Please repeat the lines below, exactly and only, from the one that holds "increment is that" through the one that holds "are applied in".
══ Data for this exercise ══
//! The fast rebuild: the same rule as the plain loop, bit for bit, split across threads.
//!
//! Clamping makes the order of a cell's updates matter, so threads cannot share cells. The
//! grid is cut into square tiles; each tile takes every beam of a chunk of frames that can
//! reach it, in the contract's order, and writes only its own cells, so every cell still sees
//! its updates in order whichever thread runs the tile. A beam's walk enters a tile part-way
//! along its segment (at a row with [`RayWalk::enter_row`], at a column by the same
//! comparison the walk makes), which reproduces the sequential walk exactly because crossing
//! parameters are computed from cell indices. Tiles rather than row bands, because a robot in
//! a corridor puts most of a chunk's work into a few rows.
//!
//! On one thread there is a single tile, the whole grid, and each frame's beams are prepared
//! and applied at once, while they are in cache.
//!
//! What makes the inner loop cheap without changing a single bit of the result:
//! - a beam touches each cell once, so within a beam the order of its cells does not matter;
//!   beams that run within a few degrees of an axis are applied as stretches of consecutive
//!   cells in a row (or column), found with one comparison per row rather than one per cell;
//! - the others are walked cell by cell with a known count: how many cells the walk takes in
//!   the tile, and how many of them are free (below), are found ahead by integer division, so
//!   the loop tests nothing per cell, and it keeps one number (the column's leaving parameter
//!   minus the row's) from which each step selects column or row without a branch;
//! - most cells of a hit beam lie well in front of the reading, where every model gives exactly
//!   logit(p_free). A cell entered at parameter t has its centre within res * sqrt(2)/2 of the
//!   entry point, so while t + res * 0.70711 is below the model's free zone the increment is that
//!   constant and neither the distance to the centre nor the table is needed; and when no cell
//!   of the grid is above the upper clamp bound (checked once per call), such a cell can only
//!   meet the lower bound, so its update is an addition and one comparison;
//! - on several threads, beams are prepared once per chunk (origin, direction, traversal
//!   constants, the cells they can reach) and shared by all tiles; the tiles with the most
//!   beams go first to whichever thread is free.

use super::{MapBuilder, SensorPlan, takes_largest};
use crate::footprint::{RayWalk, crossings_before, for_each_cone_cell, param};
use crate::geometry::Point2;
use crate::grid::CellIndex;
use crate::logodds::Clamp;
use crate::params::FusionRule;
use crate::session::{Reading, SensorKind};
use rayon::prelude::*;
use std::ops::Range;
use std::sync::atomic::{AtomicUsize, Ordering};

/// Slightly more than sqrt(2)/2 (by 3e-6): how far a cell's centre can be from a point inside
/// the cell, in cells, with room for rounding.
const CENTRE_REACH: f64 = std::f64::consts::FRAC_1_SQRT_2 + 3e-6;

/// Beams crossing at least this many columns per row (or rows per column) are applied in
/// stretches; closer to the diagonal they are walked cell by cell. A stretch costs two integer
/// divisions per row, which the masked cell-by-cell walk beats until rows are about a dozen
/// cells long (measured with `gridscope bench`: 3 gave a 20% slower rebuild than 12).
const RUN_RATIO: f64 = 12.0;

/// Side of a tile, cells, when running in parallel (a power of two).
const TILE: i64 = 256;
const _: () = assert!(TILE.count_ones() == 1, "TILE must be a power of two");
═══
> **Result of the exercise**:
//!   entry point, so while t + res * 0.70711 is below the model's free zone the increment is that
//!   constant and neither the distance to the centre nor the table is needed; and when no cell
//!   of the grid is above the upper clamp bound (checked once per call), such a cell can only
//!   meet the lower bound, so its update is an addition and one comparison;
//! - on several threads, beams are prepared once per chunk (origin, direction, traversal
//!   constants, the cells they can reach) and shared by all tiles; the tiles with the most
//!   beams go first to whichever thread is free.

use super::{MapBuilder, SensorPlan, takes_largest};
use crate::footprint::{RayWalk, crossings_before, for_each_cone_cell, param};
use crate::geometry::Point2;
use crate::grid::CellIndex;
use crate::logodds::Clamp;
use crate::params::FusionRule;
use crate::session::{Reading, SensorKind};
use rayon::prelude::*;
use std::ops::Range;
use std::sync::atomic::{AtomicUsize, Ordering};

/// Slightly more than sqrt(2)/2 (by 3e-6): how far a cell's centre can be from a point inside
/// the cell, in cells, with room for rounding.
const CENTRE_REACH: f64 = std::f64::consts::FRAC_1_SQRT_2 + 3e-6;

/// Beams crossing at least this many columns per row (or rows per column) are applied in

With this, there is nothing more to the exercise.